Dubbed “Coder in Chief,” Barack Obama is being described as the first US president to dabble in computer programming. After kicking off the 2014 Computer Science Education Week with a call to code, Obama joined an “Hour of Code” event, an international campaign that aims to show how much an hour of programming can amount to. Code.org co-founder Hadi Parvoti told Wired that the president did not fully complete the tutorial, but did finish a number of exercises with the likes of Google’s visual programming language Blocky.

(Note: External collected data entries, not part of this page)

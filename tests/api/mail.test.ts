// The mail outbox: a message is stored before sending, survives an unreachable SMTP server and is
// sent by the retry; invitation HTML escapes what users typed. (Outbox pattern: common practice, no source.)
import fs from 'node:fs';
import os from 'node:os';
import path from 'node:path';
import net from 'node:net';
import nodemailer from 'nodemailer';
import { afterAll, beforeAll, describe, expect, it } from 'vitest';
import { closeDb, openDb, type Db } from '../../server/db/client';
import { runMigrations } from '../../server/db/migrate';
import { mailOutbox } from '../../server/db/schema';
import { createMailService } from '../../server/services/mail';
import { escapeHtml, render } from '../../server/services/templates';
import { startSmtpFake } from '../helpers/testServer';

let db: Db;
let dir: string;
beforeAll(() => {
  dir = fs.mkdtempSync(path.join(os.tmpdir(), 'tocsin-mail-'));
  db = openDb(path.join(dir, 'm.sqlite'));
  runMigrations(db);
});
afterAll(() => {
  closeDb(db);
  fs.rmSync(dir, { recursive: true, force: true });
});

/** A port with nothing listening on it. */
async function deadPort(): Promise<number> {
  const s = net.createServer();
  await new Promise<void>((r) => s.listen(0, '127.0.0.1', r));
  const port = (s.address() as net.AddressInfo).port;
  await new Promise<void>((r) => s.close(() => r()));
  return port;
}

describe('mail outbox', () => {
  it('keeps a message pending when SMTP is down and sends it on retry', async () => {
    const down = nodemailer.createTransport({ host: '127.0.0.1', port: await deadPort(), ignoreTLS: true, connectionTimeout: 2000 });
    const failing = createMailService(db, down, 'Tocsin <tocsin@hspdo.example>');
    const id = await failing.send({ to: 'someone@hspdo.example', subject: 'Retry me', text: 'Body' });
    let row = db.select().from(mailOutbox).all().find((r) => r.id === id)!;
    expect(row.status).toBe('pending');
    expect(row.attempts).toBe(1);
    expect(row.lastError).toBeTruthy();

    const smtp = await startSmtpFake();
    try {
      const up = nodemailer.createTransport({ host: '127.0.0.1', port: smtp.port, ignoreTLS: true });
      const working = createMailService(db, up, 'Tocsin <tocsin@hspdo.example>');
      await working.deliverPending();
      row = db.select().from(mailOutbox).all().find((r) => r.id === id)!;
      expect(row.status).toBe('sent');
      expect(row.attempts).toBe(2);
      const got = await smtp.messages();
      expect(got).toHaveLength(1);
      expect(got[0]).toMatchObject({ subject: 'Retry me', to: ['someone@hspdo.example'] });
      // Sent once only: a second retry pass sends nothing more.
      await working.deliverPending();
      expect(await smtp.messages()).toHaveLength(1);
      up.close();
    } finally {
      await smtp.close();
      down.close();
    }
  });
});

describe('e-mail templates', () => {
  it('escape HTML in values (OWASP XSS Prevention Cheat Sheet, rule 1: HTML entity encoding)', () => {
    expect(escapeHtml(`<b>"Tom" & 'Ann'</b>`)).toBe('&lt;b&gt;&quot;Tom&quot; &amp; &#39;Ann&#39;&lt;/b&gt;');
    const values = { name: '<script>x</script>', email: 'a@b.example', officeName: 'HSPDO', inviterName: 'Ada', link: 'http://localhost/invite/abc', expiresOn: '2031-01-08 10:00 UTC' };
    const html = render('email/invitation.html', values);
    expect(html).not.toContain('<script>');
    expect(html).toContain('&lt;script&gt;x&lt;/script&gt;');
    expect(render('email/invitation.txt', values)).toContain('<script>x</script>'); // plain text is not escaped
  });

  it('refuse to render with a missing value', () => {
    expect(() => render('email/invitation.txt', { name: 'x' })).toThrow(/no value/);
  });
});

President Barack Obama told the world that everyone should learn how to code. And now he’s putting his money where his mouth is. Earlier today, to help kick-off the annual Computer Science Education Week, Obama became the first president ever to write a computer program. It was a very simple program—all it does is draw a square on a screen—but that’s the point, says Hadi Partovi, co-founder Code.org, an organization that promotes computer science education. “All programming starts simple,” he says. “No one starts by creating a complicated game.” Last year, Obama delivered a YouTube speech last year to promote Computer Science Education Week, but didn’t write any code himself. “Learning these skills isn’t just important for your future. It’s important for our country’s future,” the president said in the video. “If we want America to stay on the cutting edge, we need young Americans like you to master the tools and technology that will change the way we do just about everything.”

 

1 comments
  1. When we started to learn robotics, our first assignment was to teach the robot to draw a square.